• Assignment: Your answer must consist of one number: how many lines in the records contain "failed".

• Data provided:
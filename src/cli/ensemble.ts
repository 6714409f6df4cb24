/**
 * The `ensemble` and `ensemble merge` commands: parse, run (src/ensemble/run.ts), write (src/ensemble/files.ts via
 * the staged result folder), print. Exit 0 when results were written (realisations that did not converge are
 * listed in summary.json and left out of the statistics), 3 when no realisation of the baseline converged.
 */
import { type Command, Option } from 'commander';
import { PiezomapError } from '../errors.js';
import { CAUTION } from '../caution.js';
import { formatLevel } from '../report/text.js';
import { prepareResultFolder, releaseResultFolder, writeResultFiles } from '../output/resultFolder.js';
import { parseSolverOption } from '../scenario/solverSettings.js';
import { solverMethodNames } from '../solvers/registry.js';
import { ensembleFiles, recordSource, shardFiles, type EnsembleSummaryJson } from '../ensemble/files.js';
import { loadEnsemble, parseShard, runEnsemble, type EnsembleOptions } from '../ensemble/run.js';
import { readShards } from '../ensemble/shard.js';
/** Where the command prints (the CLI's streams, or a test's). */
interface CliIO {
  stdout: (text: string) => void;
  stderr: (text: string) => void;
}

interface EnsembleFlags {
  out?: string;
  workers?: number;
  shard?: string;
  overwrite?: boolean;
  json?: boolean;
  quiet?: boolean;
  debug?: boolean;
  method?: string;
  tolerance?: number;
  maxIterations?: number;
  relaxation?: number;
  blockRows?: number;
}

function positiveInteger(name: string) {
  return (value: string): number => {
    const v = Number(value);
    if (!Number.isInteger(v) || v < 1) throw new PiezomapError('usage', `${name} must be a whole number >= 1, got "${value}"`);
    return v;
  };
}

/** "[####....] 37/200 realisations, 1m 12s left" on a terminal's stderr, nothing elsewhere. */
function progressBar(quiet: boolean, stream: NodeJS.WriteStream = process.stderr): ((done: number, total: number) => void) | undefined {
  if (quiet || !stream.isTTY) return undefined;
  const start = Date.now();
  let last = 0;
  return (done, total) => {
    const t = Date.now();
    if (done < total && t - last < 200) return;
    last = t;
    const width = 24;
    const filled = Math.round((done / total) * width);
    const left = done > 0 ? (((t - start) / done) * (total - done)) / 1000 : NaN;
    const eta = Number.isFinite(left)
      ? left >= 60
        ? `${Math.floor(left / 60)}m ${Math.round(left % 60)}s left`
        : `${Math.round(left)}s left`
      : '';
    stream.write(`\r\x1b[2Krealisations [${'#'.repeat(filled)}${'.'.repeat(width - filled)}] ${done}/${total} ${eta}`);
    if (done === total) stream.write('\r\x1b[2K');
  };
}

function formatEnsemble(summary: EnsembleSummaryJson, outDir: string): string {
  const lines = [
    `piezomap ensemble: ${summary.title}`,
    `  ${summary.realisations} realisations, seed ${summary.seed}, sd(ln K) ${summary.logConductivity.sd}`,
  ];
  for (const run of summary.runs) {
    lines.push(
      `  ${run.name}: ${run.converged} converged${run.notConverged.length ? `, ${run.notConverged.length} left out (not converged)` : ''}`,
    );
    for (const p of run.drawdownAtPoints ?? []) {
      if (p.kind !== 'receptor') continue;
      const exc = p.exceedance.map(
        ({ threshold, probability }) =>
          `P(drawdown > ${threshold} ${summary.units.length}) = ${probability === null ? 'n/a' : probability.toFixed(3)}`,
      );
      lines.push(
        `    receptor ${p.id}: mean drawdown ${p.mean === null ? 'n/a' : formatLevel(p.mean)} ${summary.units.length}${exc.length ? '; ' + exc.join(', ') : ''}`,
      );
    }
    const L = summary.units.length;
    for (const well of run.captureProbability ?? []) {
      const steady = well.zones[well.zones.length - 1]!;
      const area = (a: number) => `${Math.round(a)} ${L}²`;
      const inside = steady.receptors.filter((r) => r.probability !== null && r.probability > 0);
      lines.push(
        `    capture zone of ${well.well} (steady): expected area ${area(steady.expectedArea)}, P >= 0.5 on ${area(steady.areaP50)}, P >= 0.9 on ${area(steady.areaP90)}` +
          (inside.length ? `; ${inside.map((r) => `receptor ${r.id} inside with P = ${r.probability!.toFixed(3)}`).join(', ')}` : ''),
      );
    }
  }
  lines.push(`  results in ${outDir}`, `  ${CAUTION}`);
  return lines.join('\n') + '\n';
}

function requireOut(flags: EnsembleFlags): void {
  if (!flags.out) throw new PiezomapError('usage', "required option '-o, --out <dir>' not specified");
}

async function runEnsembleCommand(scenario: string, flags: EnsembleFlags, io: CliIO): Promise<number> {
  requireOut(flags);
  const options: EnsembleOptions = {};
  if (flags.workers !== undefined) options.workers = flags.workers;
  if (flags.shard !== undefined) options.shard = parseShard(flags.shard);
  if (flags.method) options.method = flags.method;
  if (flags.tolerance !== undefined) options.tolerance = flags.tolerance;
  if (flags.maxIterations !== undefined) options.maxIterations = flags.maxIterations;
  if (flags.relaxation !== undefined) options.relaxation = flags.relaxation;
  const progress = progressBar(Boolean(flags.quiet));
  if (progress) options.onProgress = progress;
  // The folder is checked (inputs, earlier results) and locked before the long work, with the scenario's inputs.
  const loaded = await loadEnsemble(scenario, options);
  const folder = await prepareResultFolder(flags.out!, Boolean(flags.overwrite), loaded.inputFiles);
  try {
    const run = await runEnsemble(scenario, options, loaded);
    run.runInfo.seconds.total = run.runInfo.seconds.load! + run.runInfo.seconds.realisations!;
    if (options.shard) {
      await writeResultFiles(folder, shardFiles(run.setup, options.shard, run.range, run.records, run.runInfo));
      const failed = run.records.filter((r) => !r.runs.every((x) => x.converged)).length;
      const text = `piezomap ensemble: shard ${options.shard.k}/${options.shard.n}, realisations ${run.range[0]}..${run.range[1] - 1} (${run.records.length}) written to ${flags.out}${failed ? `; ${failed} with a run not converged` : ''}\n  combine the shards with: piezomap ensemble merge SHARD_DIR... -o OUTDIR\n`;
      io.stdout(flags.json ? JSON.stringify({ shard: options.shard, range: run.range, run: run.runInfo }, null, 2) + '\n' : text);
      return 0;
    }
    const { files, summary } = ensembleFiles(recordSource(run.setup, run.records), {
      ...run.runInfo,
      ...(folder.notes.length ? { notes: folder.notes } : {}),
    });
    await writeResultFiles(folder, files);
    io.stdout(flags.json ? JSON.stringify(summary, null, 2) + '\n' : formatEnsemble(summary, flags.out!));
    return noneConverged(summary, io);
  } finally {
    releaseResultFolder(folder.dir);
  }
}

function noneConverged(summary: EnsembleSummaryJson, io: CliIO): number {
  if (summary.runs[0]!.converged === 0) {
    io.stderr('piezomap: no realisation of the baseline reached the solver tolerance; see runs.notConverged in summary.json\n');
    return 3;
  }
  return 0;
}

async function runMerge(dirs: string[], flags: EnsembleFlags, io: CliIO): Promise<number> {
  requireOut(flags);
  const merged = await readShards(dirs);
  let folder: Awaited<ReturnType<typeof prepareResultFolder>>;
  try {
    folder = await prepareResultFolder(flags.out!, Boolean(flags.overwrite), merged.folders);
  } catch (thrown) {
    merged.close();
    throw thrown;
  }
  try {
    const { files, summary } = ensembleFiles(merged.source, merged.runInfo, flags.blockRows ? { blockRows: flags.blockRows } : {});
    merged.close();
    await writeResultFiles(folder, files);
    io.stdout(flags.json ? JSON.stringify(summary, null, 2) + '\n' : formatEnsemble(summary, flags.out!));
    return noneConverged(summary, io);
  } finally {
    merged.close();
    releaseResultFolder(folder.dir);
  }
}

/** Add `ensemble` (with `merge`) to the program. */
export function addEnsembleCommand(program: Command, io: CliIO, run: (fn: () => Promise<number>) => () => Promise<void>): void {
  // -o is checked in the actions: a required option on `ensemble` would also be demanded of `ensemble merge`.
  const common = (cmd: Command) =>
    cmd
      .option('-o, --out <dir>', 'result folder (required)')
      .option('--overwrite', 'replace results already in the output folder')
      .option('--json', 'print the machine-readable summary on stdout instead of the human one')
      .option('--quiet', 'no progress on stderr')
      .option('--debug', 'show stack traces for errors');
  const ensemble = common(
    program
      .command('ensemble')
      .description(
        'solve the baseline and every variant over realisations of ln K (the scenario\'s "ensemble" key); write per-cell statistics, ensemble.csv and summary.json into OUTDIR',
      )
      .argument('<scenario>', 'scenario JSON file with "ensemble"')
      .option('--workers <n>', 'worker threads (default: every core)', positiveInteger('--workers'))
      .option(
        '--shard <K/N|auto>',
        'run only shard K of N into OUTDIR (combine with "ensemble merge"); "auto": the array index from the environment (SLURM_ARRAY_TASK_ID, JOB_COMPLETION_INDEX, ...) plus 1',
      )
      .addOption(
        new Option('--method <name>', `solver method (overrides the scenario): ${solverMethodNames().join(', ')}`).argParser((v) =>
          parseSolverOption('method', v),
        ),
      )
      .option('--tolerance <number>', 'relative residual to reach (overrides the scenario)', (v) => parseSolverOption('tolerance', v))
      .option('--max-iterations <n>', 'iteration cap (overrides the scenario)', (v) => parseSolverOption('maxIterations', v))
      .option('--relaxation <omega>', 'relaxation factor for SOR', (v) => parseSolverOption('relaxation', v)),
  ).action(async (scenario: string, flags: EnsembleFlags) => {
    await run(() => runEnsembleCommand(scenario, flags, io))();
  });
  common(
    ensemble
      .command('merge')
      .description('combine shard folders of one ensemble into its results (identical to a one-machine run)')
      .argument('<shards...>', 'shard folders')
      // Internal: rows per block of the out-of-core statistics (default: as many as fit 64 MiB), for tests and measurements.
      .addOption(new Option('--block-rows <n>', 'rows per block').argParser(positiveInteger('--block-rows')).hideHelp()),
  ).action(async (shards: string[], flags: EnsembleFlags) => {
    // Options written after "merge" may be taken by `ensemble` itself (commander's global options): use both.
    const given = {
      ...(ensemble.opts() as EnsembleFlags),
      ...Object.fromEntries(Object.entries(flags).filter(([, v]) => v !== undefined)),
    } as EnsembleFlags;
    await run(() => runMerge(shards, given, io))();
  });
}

• Completed exercise: 2